# ATTN: Jon S., what time is Bimmerfest scheduled to start Saturday Morning?



## miken168 (Jun 21, 2002)

I'm planning on driving down early Saturday, but wanted to see when you guys were planning on starting, so I could get into the lot on time. 

Thanks!

Mike


----------



## Jon Shafer (Dec 15, 2001)

Gates will open at 9:00 am sharp.

If you are not arriving with a caravan, I would be sure
to get here early; you will want to see them pull up!

:thumbup:

Late arrivals will have to find offsite parking.

La Cumbre Plaza has ample parking for overflow.


----------



## Patrick330i (Sep 30, 2002)

Jon Shafer said:


> *Gates will open at 9:00 am sharp.
> 
> If you are not arriving with a caravan, I would be sure
> to get here early; you will want to see them pull up!
> ...


Hey, is there a link that kind of gives an idea of the day's expected itinerary? TIA.


----------



## Jon Shafer (Dec 15, 2001)

Patrick330i said:


> *Hey, is there a link that kind of gives an idea of the day's expected itinerary? *


Here's last year's. Should be very similar...


----------



## BoostedE21 (Mar 28, 2002)

What is the Battle of Bimmers? Are only the new cars in this or are old car welcomed and being looked at?


----------



## Jon Shafer (Dec 15, 2001)

BMWs of all shapes and sizes are in the compete for the 
title of "The Ultimate Bimmer". A celebrity panel of judges
pics the top 3 cars at the event (based on entirely subjective
and loose criteria)... The winners most often are **not** 
current models...


----------



## BoostedE21 (Mar 28, 2002)

Thanx Jon for clearing that up. Last year who were the winners and what kind of car did they have?


----------



## The HACK (Dec 19, 2001)

M3turbog16 said:


> *What is the Battle of Bimmers? Are only the new cars in this or are old car welcomed and being looked at? *


We line up all of our bimmers and play bumper car, like in Battle Bots.


----------



## BoostedE21 (Mar 28, 2002)

:rofl: :rofl: :rofl: :rofl:


----------



## The HACK (Dec 19, 2001)

M3turbog16 said:


> *Thanx Jon for clearing that up. Last year who were the winners and what kind of car did they have? *


Two years ago it was a black E30 M3. Last year it was an E46 M3 (can't recall what color).


----------



## Kaz (Dec 21, 2001)

The HACK said:


> *Two years ago it was a black E30 M3. Last year it was an E46 M3 (can't recall what color). *


Wasn't it a Henna Red E30M3 last year?


----------



## The HACK (Dec 19, 2001)

Kaz said:


> *Wasn't it a Henna Red E30M3 last year? *


That was one of the runner ups.


----------



## s4play (May 31, 2002)

*I can tell you who won last year for sure...hehe*

I got the check handed to me by Jon and Federico of RD for a $500 cash certificate....

see ya all this year!

rick


----------



## BMWg84 (Apr 8, 2003)

The HACK said:


> *We line up all of our bimmers and play bumper car, like in Battle Bots. *


haha:thumbup:


----------



## Jon Shafer (Dec 15, 2001)

*Re: I can tell you who won last year for sure...hehe*



s4play said:


> *I got the check handed to me by Jon and Federico
> of RD for a $500 cash certificate....
> 
> see ya all this year!
> ...


This year we are running the "Battle Of The Bimmers Competition"
a little bit differently. There will (unfortunately) not be tangible
cash prizes awarded this year. The winners are always the ones
who need the least amount of help.... 

The awards that were donated by the Cutters in the past
are now being donated to the charity giveaway (raffle).
We are giving away a Sharp "Flat Screen" television...

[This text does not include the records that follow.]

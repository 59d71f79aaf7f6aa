// LSTM against onnxruntime-node (graph optimizations off) on seeded random nodes: every direction, sequence_lens,
// initial_h/initial_c, peepholes, clip, activation lists with alpha/beta, input_forget, and layout 1 (opset 14;
// onnxruntime runs the same case at layout 0, see checkBatchMajor). Cell equations: the ONNX operator
// documentation's LSTM definition (quoted in src/eval/kernels/lstm.ts); the fixed cases test_lstm_* of the ONNX
// backend data (onnx 1.12.0) run in conformance.test.ts.
import { describe, it } from 'vitest';
import { checkBatchMajor, checkCase } from './recurrent-cases.js';

describe('LSTM vs onnxruntime-node', () => {
  it('bidirectional with sequence_lens (seeded shapes and attributes)', async () => {
    for (let seed = 1; seed <= 8; seed++) await checkCase('LSTM', seed, 14, { direction: 'bidirectional', seqLens: true });
  });
  it('forward and reverse with peepholes, initial states and clip (opset 7)', async () => {
    for (let seed = 11; seed <= 16; seed++) await checkCase('LSTM', seed, 7, { direction: seed % 2 ? 'forward' : 'reverse', peepholes: true, clip: true });
  });
  it('activation lists with alpha and beta', async () => {
    for (let seed = 21; seed <= 30; seed++) await checkCase('LSTM', seed, 14, { activations: true });
  });
  it('input_forget couples the forget gate to the input gate', async () => {
    for (let seed = 31; seed <= 34; seed++) await checkCase('LSTM', seed, 14, { inputForget: true });
  });
  it('layout 1 (batch-major) equals layout 0 with the axes moved', async () => {
    for (let seed = 41; seed <= 46; seed++) await checkBatchMajor('LSTM', seed, 14, { seqLens: seed % 2 === 0 });
  });
  it('an empty sequence (sequence_lens 0) gives zero Y_h, Y_c as onnxruntime does', async () => {
    for (let seed = 61; seed <= 64; seed++) await checkCase('LSTM', seed, 14, { seqLens: true, zeroLength: true });
  });
  it('random mixes (opset 22)', async () => {
    for (let seed = 51; seed <= 58; seed++) await checkCase('LSTM', seed, 22);
  });
});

***The winners of the BOTB competition will receive a 
special certificate, and we will feature photos of them
with their award-winning BMWs on the opening page 
of bimmerfest.com afterwards... It's a glory prize... 

The editors of European Car, Eurotuner, and Performance
BMW will also most likely acknowledge the winners in their
magazine articles. :thumbup:


----------



## BoostedE21 (Mar 28, 2002)

Should I give them all the info on my car now or after I win?:rofl: :rofl: J/J..that sound like a good idea Jon!:thumbup: So the judges just walk around and check out the car and then determine who wins?


----------